Ihre Flucht aus Königsberg 1945 – und vorsichtiger Neubeginn
Die Begleitung eines Verwundetentransports im März 1945 ermöglichte ihr und ihren beiden jüngsten Kindern Ursula und Eckehard die Flucht über die Ostsee nach Dänemark. Dort fanden sie Aufnahme bei Verwandten in Aarhus. Wiederum spielten familiäre Bande eine Rolle. Ihr Schwager Karl Friedrich Tulaszewski (1922 von Friedensau als Missionar u.a. nach Ungarn, Persien, Brasilien, Argentinien ausgesandt), war mit der Dänin Marie Simonsen verheiratet, deren Familie ihr und den Kindern Unterschlupf für die nächsten anderthalb Jahre bot. So blieb ihnen zunächst ein Internierungslager erspart, und Magdalene begann sich am Vereinigungssitz von Aarhus im sogenannten Dorcas-Werk[2] zu engagieren. Im Dezember 1946 wurden sie laut Verordnung vorübergehend ins Flüchtlingslager Oksbøl eingewiesen und im Juni 1947 in die französische Besatzungszone nach Frankfurt am Main übergesiedelt. Dort erhielt sie sofort eine Anstellung als Vereinigungsschwester in der Mittelrheinischen Vereinigung und war – nach Freigabe der Marienhöhe durch die US-amerikanischen Behörden – als sogenannte Präzeptorin (bzw. Lehrerin) vorgesehen. Ihr Mann Erich hatte währenddessen eine Anstellung in der Märkischen Vereinigung in Cottbus erhalten. Auf Bitte von Bruder Budnick trafen sie die „schwerwiegende“ Entscheidung, sich 1948 in der Sowjetischen Besatzungszone niederzulassen.

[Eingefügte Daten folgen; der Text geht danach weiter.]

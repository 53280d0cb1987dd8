"""How wide words are on paper, and how they are broken to fit: known before anything is drawn."""

from functools import cache

from matplotlib.axes import Axes
from matplotlib.figure import Figure
from matplotlib.font_manager import FontProperties, findfont, get_font

from massfingerprint.figures import look

POINTS = 72.0  # an inch
_REFERENCE = 100.0  # points at which letters are measured
_SPARE = 1.07  # screens round letters to whole dots, and letters of a word are moved together or apart
_LINE = 1.25  # of the size of type: from line to line
_EDGE = 0.1  # inches between head and edge


def width(text: str, size: float, *, weight: str = "normal") -> float:
    """Width in inches of one line in the type of the figures."""
    return _SPARE * size / _REFERENCE / POINTS * sum(_advance(letter, weight) for letter in text)


@cache
def _advance(letter: str, weight: str) -> float:
    """Points from a letter to the next."""
    font = get_font(findfont(FontProperties(family="DejaVu Sans", weight=weight)))
    font.set_size(_REFERENCE, POINTS)
    return float(font.load_char(ord(letter)).linearHoriAdvance) / 65536.0


def wrapped(text: str, room: float, size: float, *, lines: int = 2, weight: str = "normal") -> str:
    """Text broken between words, or within one that is too long, to fit a width in inches; what remains ends in an ellipsis."""
    done, line = [], ""
    for word in text.split():
        rest = word
        longer = f"{line} {rest}" if line else rest
        if line and width(longer, size, weight=weight) > room:
            done.append(line)
            longer = rest
        while width(longer, size, weight=weight) > room and len(longer) > 1:
            count = _fitting(longer, room, size, weight)
            done.append(longer[:count])
            longer = longer[count:]
        line = longer
    done.append(line)
    if len(done) > lines:
        last = done[lines - 1]
        while last and width(f"{last}…", size, weight=weight) > room:
            last = last[:-1]
        done = [*done[: lines - 1], f"{last}…"]
    return "\n".join(done)


def _fitting(text: str, room: float, size: float, weight: str) -> int:
    """How many letters fit, at least one."""
    count = len(text)
    while count > 1 and width(text[:count], size, weight=weight) > room:
        count -= 1
    return count


def size_inches(axes: Axes) -> tuple[float, float]:
    """Width and height of axes on paper."""
    box = axes.get_window_extent().transformed(axes.get_figure(root=True).dpi_scale_trans.inverted())  # type: ignore[union-attr]
    return float(box.width), float(box.height)


def page(body: float, *, title: str, caption: str) -> tuple[Figure, float]:
    """Figure of page width round a body of so many inches, with its title and small print; also where the body begins, inches."""
    head = wrapped(title, 0.96 * look.PAGE, look.TITLE_SIZE, lines=3, weight="bold")
    low = foot_height(caption, look.PAGE)
    high = low + body + 2.0 * _EDGE + _lines(head, look.TITLE_SIZE)
    figure = look.new_figure(look.PAGE, high)
    figure.text(0.02, 1.0 - _EDGE / high, head, fontsize=look.TITLE_SIZE, va="top", weight="bold")
    look.caption(figure, caption)
    return figure, low


def foot_height(caption: str, across: float, *, left: float = 0.02) -> float:
    """Inches that small print takes at the foot of a figure of a width."""
    scratch = look.new_figure(across, 1.0)
    look.caption(scratch, caption, left=left)
    return _EDGE + _lines(scratch.texts[0].get_text(), look.SMALL_SIZE)


def _lines(text: str, size: float) -> float:
    return _LINE * size / POINTS * (text.count("\n") + 1)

Fürsorge und Hingabe – ein Lebensmotto
Aufgrund gesetzlicher Bestimmungen konnte eine Arbeit im Rahmen der Gemeinschaft hier nicht umgesetzt werden. Magdalene arbeitete im DRK und der Volkssolidarität mit. Ihre Schwerpunkte in den nächsten Jahren waren die Begleitung von Kinderkrankentransporten und die Betreuung von Strafgefangenen. Sie starb im Jahr 1983 in Cottbus und ist auf dem Friedhof in Friedensau beigesetzt.
Martin Tulaszewski, Religionswissenschaftler M.A., arbeitet als Rückkehrberater bei der Ausländerbehörde des Landratsamtes Nordsachsen
[1] Tabea oder Tabita-Vereine: Im deutschsprachigen Raum um 1900 als Tabea-Vereine oder -Gruppen gegründet; man berief sich im Namen auf die Tabea von Joppe, die in Apg 9,36–42 als mildtätige Jüngerin geschildert wird. Im polnischen Verband der 1930er Jahre gab es Tabita-Vereine.
[2] Dorca-Werk: 1874 in Battle-Creek von Frauen zur Unterstützung von Gemeindegliedern gegründet; Dorca als griechische Übersetzung des aramäischen Namen Tabita; Ausweitung des Arbeitsfeldes auch auf allgemeine caritative Zwecke außerhalb der Adventgemeinde; wohl eine Vorläuferorganisation des heutigen ACS (Adventist Community Services) in den USA und möglicherweise auch ADRA (Adventist Development and Relief Agency) als Entwicklungshilfeorganisation außerhalb der USA.